#### [Task details]
Every line below between the line holding "one time. */" and the line holding "weights: LagrangeWeights): void", inclusive, should be repeated exactly, and all other lines omitted.

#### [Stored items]

· · · ·

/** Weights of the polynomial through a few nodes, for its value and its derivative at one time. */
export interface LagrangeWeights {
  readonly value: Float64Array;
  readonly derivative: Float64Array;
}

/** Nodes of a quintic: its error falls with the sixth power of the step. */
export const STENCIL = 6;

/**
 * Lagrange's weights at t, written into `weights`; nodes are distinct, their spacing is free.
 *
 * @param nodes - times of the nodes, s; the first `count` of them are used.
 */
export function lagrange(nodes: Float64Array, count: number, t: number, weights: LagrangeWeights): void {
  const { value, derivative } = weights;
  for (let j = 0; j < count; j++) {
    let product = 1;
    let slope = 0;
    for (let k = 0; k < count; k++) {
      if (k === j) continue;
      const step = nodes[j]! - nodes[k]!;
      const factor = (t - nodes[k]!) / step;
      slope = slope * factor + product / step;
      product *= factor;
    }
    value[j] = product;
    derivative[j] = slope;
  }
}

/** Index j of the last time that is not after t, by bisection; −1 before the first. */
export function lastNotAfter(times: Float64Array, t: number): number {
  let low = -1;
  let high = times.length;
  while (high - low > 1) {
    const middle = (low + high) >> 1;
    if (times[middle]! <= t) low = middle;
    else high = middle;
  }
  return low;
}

· · · ·

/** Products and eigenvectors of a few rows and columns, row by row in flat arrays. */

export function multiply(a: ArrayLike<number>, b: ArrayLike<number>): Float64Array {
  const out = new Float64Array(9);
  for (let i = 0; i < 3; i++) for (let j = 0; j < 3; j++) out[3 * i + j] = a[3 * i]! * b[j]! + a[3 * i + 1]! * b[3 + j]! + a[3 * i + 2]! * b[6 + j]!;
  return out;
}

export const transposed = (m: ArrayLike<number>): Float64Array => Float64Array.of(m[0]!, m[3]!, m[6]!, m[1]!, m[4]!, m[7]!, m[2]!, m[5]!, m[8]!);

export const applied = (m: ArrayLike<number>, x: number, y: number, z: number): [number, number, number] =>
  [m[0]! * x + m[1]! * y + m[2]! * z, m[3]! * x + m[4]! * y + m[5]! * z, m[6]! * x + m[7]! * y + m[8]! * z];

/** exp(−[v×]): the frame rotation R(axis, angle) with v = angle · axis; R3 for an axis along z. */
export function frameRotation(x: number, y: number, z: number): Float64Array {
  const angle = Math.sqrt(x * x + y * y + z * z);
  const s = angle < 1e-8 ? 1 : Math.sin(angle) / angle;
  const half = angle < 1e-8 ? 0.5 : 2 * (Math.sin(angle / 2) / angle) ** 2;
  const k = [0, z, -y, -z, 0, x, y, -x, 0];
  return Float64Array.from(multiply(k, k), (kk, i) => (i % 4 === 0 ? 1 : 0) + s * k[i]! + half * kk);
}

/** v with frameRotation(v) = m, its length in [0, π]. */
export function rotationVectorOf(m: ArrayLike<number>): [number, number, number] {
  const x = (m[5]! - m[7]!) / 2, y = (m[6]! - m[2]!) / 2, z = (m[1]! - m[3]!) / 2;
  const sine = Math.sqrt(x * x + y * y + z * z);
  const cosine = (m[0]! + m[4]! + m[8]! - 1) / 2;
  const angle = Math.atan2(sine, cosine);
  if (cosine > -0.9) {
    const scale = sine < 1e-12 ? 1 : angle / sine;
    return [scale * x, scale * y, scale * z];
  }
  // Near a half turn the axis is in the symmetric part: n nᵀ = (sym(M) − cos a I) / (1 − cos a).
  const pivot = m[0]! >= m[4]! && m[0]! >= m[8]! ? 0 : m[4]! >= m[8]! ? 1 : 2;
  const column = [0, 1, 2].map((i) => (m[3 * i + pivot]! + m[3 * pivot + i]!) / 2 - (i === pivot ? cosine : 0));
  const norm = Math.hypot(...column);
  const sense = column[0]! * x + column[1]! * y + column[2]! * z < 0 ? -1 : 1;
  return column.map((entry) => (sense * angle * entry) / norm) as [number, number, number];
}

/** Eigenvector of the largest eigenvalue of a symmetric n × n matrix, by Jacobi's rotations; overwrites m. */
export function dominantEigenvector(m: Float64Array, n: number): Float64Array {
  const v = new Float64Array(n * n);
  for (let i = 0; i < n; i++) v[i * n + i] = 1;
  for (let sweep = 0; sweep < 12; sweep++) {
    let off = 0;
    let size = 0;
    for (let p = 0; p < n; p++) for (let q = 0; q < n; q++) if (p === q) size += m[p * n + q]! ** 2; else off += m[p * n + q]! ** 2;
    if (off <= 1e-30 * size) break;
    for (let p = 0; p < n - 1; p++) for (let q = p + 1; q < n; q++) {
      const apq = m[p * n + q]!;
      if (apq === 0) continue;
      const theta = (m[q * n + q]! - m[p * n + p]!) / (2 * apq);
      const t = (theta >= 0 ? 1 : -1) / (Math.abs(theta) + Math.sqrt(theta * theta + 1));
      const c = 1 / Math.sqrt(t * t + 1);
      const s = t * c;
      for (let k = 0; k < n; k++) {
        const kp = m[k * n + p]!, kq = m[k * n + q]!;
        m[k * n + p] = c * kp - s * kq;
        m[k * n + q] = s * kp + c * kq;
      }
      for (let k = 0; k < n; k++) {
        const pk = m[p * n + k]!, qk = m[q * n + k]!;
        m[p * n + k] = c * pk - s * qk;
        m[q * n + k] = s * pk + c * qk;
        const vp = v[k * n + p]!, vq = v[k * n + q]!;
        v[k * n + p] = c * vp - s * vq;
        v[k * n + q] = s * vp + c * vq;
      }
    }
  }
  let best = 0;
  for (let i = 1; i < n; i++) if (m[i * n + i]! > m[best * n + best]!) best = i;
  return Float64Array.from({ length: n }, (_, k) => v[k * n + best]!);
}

· · · ·

#### [Written solution]
/** Weights of the polynomial through a few nodes, for its value and its derivative at one time. */
export interface LagrangeWeights {
  readonly value: Float64Array;
  readonly derivative: Float64Array;
}

/** Nodes of a quintic: its error falls with the sixth power of the step. */
export const STENCIL = 6;

/**
 * Lagrange's weights at t, written into `weights`; nodes are distinct, their spacing is free.
 *
 * @param nodes - times of the nodes, s; the first `count` of them are used.
 */
export function lagrange(nodes: Float64Array, count: number, t: number, weights: LagrangeWeights): void {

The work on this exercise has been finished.